Durante esse ritual sacramental de reafirmação de votos, a missa transcorre segundo os mesmos moldes estruturais de outras missas. A diferença consiste em que, à medida que a celebração se desenrola, personagens integrantes da trajetória do casal, tais como filhos e os padrinhos, passam a integrar o enredo da celebração. O momento chave é o da troca de

alianças e, nesse momento, as expressões corporais são de ordem gestual, pois as alianças são colocadas no dedo anular da mão esquerda de ambos. As alianças representam a união do amor estabelecido entre homens e mulheres sob a égide e os preceitos católicos. Tanto o noivo quanto a noiva utilizam sua mão direita para colocar a aliança na mão esquerda de seu cônjuge. Essas ações simbolizam a sacralização do momento e o significado de uso do lado direito do corpo, o lado sagrado, soma-se ao simbolismo das alianças, tornando evidente o caráter solene dessa celebração.

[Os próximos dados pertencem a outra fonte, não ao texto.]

def _split_items(text: str) -> list[str]:
    sep = ";" if ";" in text else ","
    return [x.strip() for x in text.split(sep) if x.strip()]


_LAYER_RE = re.compile(r"^(?:(?P<share>[\d.]+)\s*%\s*(?:of\s+)?)?(?P<limit>.+?)\s+(?:xs|x|excess of)\s+(?P<att>.+)$", re.I)


def parse_layers(text: str) -> list[tuple[float, float, float]]:
    """'5e6 xs 1e6, 10e6 xs 6e6' (or ';' between layers), each optionally '40% of ...' -> (attachment, limit, share)."""
    out = []
    for item in _split_items(text):
        m = _LAYER_RE.match(item)
        if not m:
            raise UsageError(f"--layers: {item!r} is not 'LIMIT xs ATTACHMENT' (e.g. '5e6 xs 1e6' or '40% of 5m xs 1m')")
        share = 1.0
        if m["share"]:
            share = float(m["share"]) / 100.0
            if not 0 < share <= 1:
                raise UsageError(f"--layers: {item!r}: the share must lie in (0%, 100%]")
        limit = parse_amount(m["limit"], "--layers", allow_unlimited=True)
        att = parse_amount(m["att"], "--layers")
        if limit <= 0:
            raise UsageError(f"--layers: {item!r}: the limit must be > 0")
        out.append((att, limit, share))
    if not out:
        raise UsageError("--layers: no layers given")
    return out


def _read_table(path: Path, columns: list[str], *, progress: bool):
    """The named columns of a CSV or Parquet file as float arrays (read in chunks with a progress bar when large)."""
    import numpy as np
    import pandas as pd

    if not path.exists():
        raise UsageError(f"file not found: {path}")
    suffix = path.suffix.lower()
    big = progress and path.stat().st_size > PROGRESS_BYTES
    try:
        if suffix in (".parquet", ".pq"):
            try:
                import pyarrow.parquet as pq
            except ImportError:
                raise UsageError("reading Parquet needs pyarrow: pip install 'layerwise[parquet]'") from None
            pf = pq.ParquetFile(path)
            missing = [c for c in columns if c not in pf.schema_arrow.names]
            if missing:
                raise UsageError(f"{path.name}: no column {missing[0]!r}; columns are {', '.join(pf.schema_arrow.names)}")
            batches = pf.iter_batches(columns=columns, batch_size=1_000_000)
            parts = [b.to_pandas() for b in _progress(batches, total=-(-pf.metadata.num_rows // 1_000_000),
                                                      desc=f"reading {path.name}", unit="M rows", enabled=big)]
            frame = pd.concat(parts, ignore_index=True) if parts else pd.DataFrame(columns=columns)
        elif suffix in (".csv", ".txt", ".tsv"):
            sep = "\t" if suffix == ".tsv" else ","
            head = pd.read_csv(path, sep=sep, nrows=0)
            missing = [c for c in columns if c not in head.columns]
            if missing:
                raise UsageError(f"{path.name}: no column {missing[0]!r}; columns are {', '.join(map(str, head.columns))}")
            reader = pd.read_csv(path, sep=sep, usecols=columns, chunksize=1_000_000)
            parts = list(_progress(reader, desc=f"reading {path.name}", unit="M rows", enabled=big))
            frame = pd.concat(parts, ignore_index=True) if parts else pd.DataFrame(columns=columns)
        else:
            raise UsageError(f"{path.name}: expected a .csv, .tsv or .parquet file")
    except UsageError:
        raise
    except Exception as exc:  # pandas/pyarrow parse errors: bad input
        raise UsageError(f"cannot read {path}: {type(exc).__name__}: {exc}") from None
    out = []
    for c in columns:
        col = pd.to_numeric(frame[c], errors="coerce")
        bad = col.isna()
        if bad.any():
            i = int(np.flatnonzero(bad.to_numpy())[0])
            raise UsageError(f"{path.name}: column {c!r} row {i + 1} is not a number ({frame[c].iloc[i]!r})")
        out.append(col.to_numpy(dtype=float))
    return out


def cmd_tower(args) -> int:
    import layerwise.engine as lw
    from layerwise.engine.errors import InputError

    from . import handles

    if bool(args.year_loss) == bool(args.year_event):
        raise UsageError("give one loss table: --year-loss FILE or --year-event FILE")
    if bool(args.layers) == (args.stack is not None):
        raise UsageError("give the layers: --layers '5e6 xs 1e6, 10e6 xs 6e6' or --stack '5e6, 10e6' [--start X]")
    if not args.distortion:
        raise UsageError("give at least one --distortion, e.g. --distortion 'wang 0.4'")
    dists = {}
    for text in args.distortion:
        try:
            dists[text] = handles.parse_distortion(text, "distortion")
        except InputError as exc:
            raise UsageError(f"--distortion {text!r}: {exc.message}") from None
    progress = not args.no_progress
    try:
        if args.year_loss:
            cols = [args.column] + ([args.weights] if args.weights else [])
            arrays = _read_table(Path(args.year_loss), cols, progress=progress)
            model = lw.YearLossTable(arrays[0], arrays[1] if args.weights else None)
        else:
            years, losses = _read_table(Path(args.year_event), [args.year_column, args.loss_column], progress=progress)
            model = lw.YearEventTable(years, losses, args.years)
    except InputError as exc:
        raise UsageError(f"loss table: {exc.argument}: {exc.message}") from None

    basis = args.basis or ("occurrence" if model.occurrence_terms else "aggregate")
    if basis == "occurrence" and not model.occurrence_terms:
        raise UsageError("--basis occurrence: a year loss table holds annual totals only; use --basis aggregate")
    rein = None
    if args.reinstatements is not None:
        r = args.reinstatements.strip().lower()
        if r not in _UNLIMITED:
            if not r.isdigit():
                raise UsageError(f"--reinstatements {args.reinstatements!r}: a whole number or 'unlimited'")
            rein = int(r)
        if basis != "occurrence":
            raise UsageError("--reinstatements apply to per-occurrence layers (--basis occurrence)")
    if args.layers:
        terms = parse_layers(args.layers)
    else:
        start = parse_amount(args.start, "--start")
        limits = [parse_amount(x, "--stack", allow_unlimited=True) for x in re.split(r"[\s,;]+", args.stack.strip()) if x]
        if not limits:
            raise UsageError("--stack: no limits given")
        if any(not math.isfinite(x) for x in limits[:-1]):
            raise UsageError("--stack: only the top layer may be unlimited")
        atts = [start + sum(limits[:i]) for i in range(len(limits))]
        terms = [(a, lim, 1.0) for a, lim in zip(atts, limits)]
    share_all = args.share
    if not 0 < share_all <= 1:
        raise UsageError("--share must lie in (0, 1]")
    try:
        layers = []
        for a, lim, share in terms:
            s = share * share_all
            if basis == "occurrence":
                if rein is not None and not math.isfinite(lim):
                    raise UsageError("--reinstatements need finite limits")
                layers.append(lw.Layer.occurrence(a, lim, reinstatements=rein, share=s))
            else:
                layers.append(lw.Layer.aggregate(a, lim, share=s))
        start = time.perf_counter()
        frame = lw.price_layers(model, layers, dists if len(dists) > 1 else next(iter(dists.values())))
        seconds = time.perf_counter() - start
    except InputError as exc:
        raise UsageError(f"{exc.argument}: {exc.message}") from None
    except (MemoryError, ArithmeticError) as exc:
        raise PricingError(f"pricing failed: {type(exc).__name__}: {exc}") from None
    if len(dists) == 1:
        frame.insert(0, "distortion", next(iter(dists)))

    _out(f"Model: {model.describe()}; layers on the {'per-occurrence' if basis == 'occurrence' else 'annual total'} basis; "
         f"priced in {seconds:.2f} s.")
    if args.csv:
        out = Path(args.csv)
        if not out.parent.exists():
            raise UsageError(f"--csv: folder does not exist: {out.parent}")
        frame.to_csv(out, index=False)
        _out(f"Wrote {len(frame)} rows, {len(frame.columns)} columns to {_shown(out)}")
    else:
        cols = [("distortion", str), ("layer", str), ("expected loss", format_amount), ("premium", format_amount),
                ("loss ratio", format_ratio), ("rate on line", format_ratio), ("capital", format_amount),
                ("return on capital", format_ratio)]
        if len(dists) == 1:
            _out(f"Distortion: {next(iter(dists.values())).label()}")
            cols = cols[1:]
        rows = [[fmt(rec[name.replace(" ", "_")]) for name, fmt in cols] for rec in frame.to_dict("records")]
        _out(aligned([name for name, _ in cols], rows, left={0, 1} if len(dists) > 1 else {0}))
    _out(CAUTION_LINE)
    return EXIT_OK


def cmd_functions(args) -> int:
    fns = published_functions()
    if args.name:
        key = args.name.upper()
        if key not in fns:
            raise UsageError(f"no function named {args.name!r}; run 'layerwise functions' for the list")
        meta = fns[key].__xlfunc__
        _out(f"{_signature(meta)}")
        _out(f"  {meta['ret']['doc']}")
        for a in meta["args"]:
            opt = " (optional)" if "optional" in a else ""
            _out(f"  {a['name']}{opt}: {a['doc']}")
        return EXIT_OK
    for name in sorted(fns):
        meta = getattr(fns[name], "__xlfunc__", None)
        if meta is None:
            _out(name)
            continue
        _out(_signature(meta))
        _out(f"    {meta['ret']['doc']}")
    _out("")
    _out(f"{len(fns)} functions. 'layerwise functions NAME' shows the help of each argument.")
    return EXIT_OK


def _signature(meta) -> str:
    args = [f"[{a['name']}]" if "optional" in a else a["name"] for a in meta["args"]]
    return f"{meta['name']}({', '.join(args)})"


# ================================================================== parser
class _Formatter(argparse.RawDescriptionHelpFormatter):
    pass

No caso específico do matrimônio, o padre pede a todos os padrinhos que estendam sua mão direita em direção ao casal para abençoá-los. Essa ação representa, a partir da utilização do lado sagrado, a possibilidade dos padrinhos, figuras de carinho e de confiança, colaborarem na sacralização e na concessão de bençãos naquela ocasião.